__What the task requires__.
Among the entries below, find the lines holding "PlanColumn" and copy them.

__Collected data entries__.
=== Begin Enclosure ===
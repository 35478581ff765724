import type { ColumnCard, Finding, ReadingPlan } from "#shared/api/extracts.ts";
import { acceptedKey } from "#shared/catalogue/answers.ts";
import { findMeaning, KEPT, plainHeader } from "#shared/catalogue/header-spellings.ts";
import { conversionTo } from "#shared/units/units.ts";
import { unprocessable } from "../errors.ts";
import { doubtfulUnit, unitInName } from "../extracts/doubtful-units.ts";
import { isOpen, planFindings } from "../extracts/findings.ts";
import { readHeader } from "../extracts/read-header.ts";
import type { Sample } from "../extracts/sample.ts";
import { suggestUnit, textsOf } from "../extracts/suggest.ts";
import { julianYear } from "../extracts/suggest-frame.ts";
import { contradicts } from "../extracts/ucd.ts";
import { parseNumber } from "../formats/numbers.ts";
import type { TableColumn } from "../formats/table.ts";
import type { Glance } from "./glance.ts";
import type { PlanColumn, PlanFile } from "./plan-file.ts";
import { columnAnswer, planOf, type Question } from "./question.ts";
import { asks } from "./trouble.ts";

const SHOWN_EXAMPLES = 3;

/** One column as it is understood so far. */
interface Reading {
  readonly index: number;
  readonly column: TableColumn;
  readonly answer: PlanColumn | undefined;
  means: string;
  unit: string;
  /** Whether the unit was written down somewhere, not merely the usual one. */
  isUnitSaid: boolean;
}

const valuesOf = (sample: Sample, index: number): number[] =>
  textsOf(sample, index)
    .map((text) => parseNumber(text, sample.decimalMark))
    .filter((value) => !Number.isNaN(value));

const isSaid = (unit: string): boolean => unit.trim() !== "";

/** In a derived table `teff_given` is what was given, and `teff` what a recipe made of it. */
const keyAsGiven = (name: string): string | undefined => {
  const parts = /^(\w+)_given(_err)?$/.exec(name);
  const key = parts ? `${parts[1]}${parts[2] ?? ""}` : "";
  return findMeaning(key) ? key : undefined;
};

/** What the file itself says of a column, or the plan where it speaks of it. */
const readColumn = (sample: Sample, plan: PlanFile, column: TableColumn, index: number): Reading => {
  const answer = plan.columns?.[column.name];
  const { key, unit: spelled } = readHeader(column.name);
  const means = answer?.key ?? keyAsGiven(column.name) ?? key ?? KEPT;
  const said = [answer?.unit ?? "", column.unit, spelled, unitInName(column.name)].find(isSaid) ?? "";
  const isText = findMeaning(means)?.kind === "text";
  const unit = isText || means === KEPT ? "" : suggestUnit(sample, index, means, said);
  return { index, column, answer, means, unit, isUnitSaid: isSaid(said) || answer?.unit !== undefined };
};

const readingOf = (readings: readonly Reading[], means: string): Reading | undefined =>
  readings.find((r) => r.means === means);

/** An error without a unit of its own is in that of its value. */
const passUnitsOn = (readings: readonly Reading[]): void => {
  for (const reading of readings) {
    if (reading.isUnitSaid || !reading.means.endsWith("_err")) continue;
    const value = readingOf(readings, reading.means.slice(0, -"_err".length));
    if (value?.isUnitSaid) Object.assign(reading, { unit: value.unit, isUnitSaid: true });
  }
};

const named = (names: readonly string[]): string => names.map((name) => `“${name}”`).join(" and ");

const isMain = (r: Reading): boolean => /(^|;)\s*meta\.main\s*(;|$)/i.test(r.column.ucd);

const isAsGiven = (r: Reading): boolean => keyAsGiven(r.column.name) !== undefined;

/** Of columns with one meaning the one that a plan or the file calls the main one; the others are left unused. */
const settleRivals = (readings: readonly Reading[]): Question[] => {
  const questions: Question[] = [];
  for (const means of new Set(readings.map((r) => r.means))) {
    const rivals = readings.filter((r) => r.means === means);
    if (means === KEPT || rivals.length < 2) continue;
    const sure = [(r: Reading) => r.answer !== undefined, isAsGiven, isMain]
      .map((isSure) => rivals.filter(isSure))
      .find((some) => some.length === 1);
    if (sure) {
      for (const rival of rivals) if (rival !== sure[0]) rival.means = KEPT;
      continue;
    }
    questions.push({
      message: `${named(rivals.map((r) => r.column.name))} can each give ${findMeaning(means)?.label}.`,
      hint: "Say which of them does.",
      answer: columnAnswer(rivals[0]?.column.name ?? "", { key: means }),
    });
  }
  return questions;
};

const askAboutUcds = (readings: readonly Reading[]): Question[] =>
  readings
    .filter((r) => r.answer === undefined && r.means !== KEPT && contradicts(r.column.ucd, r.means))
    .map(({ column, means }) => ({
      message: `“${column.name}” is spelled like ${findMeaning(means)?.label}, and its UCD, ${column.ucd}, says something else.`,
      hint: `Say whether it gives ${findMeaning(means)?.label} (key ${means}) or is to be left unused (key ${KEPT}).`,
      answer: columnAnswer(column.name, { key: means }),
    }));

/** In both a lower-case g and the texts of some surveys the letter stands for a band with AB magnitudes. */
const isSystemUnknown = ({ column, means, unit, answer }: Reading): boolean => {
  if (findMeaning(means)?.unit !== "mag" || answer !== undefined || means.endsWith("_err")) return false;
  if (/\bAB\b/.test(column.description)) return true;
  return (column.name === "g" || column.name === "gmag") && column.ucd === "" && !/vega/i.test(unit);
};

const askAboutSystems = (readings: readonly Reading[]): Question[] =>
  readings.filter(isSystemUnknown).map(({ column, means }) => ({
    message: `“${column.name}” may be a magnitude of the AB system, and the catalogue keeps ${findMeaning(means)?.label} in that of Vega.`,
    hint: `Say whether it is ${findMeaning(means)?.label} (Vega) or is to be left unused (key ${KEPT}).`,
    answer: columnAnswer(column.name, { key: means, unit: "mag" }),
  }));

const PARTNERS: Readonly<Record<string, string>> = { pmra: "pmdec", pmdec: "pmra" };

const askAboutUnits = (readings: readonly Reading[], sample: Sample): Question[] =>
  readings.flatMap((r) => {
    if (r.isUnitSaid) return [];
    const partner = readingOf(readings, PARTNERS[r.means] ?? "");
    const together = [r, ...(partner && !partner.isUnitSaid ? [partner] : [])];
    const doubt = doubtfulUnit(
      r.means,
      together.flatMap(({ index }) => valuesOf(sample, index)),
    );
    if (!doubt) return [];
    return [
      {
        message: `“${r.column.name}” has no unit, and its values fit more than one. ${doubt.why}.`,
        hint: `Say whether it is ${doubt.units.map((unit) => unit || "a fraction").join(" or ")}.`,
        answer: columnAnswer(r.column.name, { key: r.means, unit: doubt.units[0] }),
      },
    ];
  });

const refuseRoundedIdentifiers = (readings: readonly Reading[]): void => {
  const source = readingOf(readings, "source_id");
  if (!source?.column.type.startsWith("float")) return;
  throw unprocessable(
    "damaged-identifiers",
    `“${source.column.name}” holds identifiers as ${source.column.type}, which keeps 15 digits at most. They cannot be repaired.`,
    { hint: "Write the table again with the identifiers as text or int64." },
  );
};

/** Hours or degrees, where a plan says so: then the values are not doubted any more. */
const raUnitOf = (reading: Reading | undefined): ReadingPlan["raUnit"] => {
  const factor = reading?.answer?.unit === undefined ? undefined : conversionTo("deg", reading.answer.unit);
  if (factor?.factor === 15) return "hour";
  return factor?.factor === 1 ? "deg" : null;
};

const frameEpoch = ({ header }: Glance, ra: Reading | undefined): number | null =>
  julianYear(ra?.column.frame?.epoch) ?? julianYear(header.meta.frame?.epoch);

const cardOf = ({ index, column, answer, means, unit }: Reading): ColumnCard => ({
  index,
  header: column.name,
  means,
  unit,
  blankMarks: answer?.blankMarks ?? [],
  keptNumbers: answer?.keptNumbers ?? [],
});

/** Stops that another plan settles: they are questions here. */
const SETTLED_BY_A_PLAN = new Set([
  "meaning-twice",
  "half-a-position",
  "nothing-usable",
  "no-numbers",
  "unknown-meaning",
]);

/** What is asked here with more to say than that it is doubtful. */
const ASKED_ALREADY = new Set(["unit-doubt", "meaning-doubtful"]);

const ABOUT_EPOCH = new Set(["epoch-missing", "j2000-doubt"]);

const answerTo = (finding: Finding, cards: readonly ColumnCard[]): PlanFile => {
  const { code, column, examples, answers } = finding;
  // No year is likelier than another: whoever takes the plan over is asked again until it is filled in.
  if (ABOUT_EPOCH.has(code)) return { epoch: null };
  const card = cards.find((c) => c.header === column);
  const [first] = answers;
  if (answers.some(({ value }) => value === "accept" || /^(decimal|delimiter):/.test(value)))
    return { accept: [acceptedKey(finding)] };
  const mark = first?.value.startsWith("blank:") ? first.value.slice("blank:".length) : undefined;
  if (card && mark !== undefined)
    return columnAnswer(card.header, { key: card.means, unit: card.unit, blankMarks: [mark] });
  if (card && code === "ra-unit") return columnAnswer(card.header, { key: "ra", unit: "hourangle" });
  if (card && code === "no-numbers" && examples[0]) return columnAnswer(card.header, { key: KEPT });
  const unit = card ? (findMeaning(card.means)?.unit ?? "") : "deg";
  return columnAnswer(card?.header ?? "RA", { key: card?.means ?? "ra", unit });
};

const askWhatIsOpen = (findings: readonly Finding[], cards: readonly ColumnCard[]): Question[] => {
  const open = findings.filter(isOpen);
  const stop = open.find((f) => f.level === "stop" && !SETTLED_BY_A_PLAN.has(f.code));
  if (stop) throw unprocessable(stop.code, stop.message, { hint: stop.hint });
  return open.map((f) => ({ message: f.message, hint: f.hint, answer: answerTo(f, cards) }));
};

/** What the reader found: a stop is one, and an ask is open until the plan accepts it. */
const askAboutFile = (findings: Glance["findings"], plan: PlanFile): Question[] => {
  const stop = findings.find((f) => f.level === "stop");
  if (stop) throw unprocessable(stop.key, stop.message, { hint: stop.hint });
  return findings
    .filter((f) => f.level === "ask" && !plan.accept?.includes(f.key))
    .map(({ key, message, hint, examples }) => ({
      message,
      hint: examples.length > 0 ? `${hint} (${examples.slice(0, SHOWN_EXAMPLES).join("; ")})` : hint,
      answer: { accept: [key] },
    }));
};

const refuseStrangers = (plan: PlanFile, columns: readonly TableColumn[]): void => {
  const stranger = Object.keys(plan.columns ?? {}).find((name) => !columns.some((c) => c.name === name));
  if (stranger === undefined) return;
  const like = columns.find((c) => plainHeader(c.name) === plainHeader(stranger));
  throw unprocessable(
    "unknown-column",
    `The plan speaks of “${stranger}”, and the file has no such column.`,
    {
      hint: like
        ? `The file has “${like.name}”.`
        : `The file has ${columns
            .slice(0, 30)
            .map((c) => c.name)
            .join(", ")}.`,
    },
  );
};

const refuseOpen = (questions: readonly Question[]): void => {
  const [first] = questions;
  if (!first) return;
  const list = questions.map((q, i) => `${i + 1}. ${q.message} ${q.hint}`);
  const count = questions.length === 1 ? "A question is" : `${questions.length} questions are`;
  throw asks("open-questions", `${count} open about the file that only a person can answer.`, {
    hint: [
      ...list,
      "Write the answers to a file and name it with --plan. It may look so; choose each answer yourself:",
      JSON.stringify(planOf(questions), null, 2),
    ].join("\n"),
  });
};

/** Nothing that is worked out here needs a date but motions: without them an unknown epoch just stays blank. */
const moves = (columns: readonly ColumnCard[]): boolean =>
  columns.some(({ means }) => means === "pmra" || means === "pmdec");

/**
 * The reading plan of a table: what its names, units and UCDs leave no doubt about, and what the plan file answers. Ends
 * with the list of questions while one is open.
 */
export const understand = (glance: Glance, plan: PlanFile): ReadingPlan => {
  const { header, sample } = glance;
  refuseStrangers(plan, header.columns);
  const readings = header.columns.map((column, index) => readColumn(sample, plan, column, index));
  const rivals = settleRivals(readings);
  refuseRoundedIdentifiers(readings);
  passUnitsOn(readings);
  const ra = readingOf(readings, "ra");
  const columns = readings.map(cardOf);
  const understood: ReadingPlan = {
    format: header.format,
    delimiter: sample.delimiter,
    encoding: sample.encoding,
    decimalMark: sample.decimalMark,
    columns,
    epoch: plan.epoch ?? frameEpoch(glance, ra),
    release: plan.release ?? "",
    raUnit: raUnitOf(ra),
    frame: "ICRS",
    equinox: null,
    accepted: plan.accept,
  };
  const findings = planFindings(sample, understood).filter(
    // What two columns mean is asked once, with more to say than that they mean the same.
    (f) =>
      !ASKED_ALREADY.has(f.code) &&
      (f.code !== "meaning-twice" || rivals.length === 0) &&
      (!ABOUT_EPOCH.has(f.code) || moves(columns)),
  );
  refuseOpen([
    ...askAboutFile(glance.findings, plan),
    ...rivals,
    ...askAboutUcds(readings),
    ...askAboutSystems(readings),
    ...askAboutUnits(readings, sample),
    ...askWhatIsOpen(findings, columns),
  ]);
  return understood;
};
=== End Enclosure ===
__Completed exercise__.
import type { PlanColumn, PlanFile } from "./plan-file.ts";
  readonly answer: PlanColumn | undefined;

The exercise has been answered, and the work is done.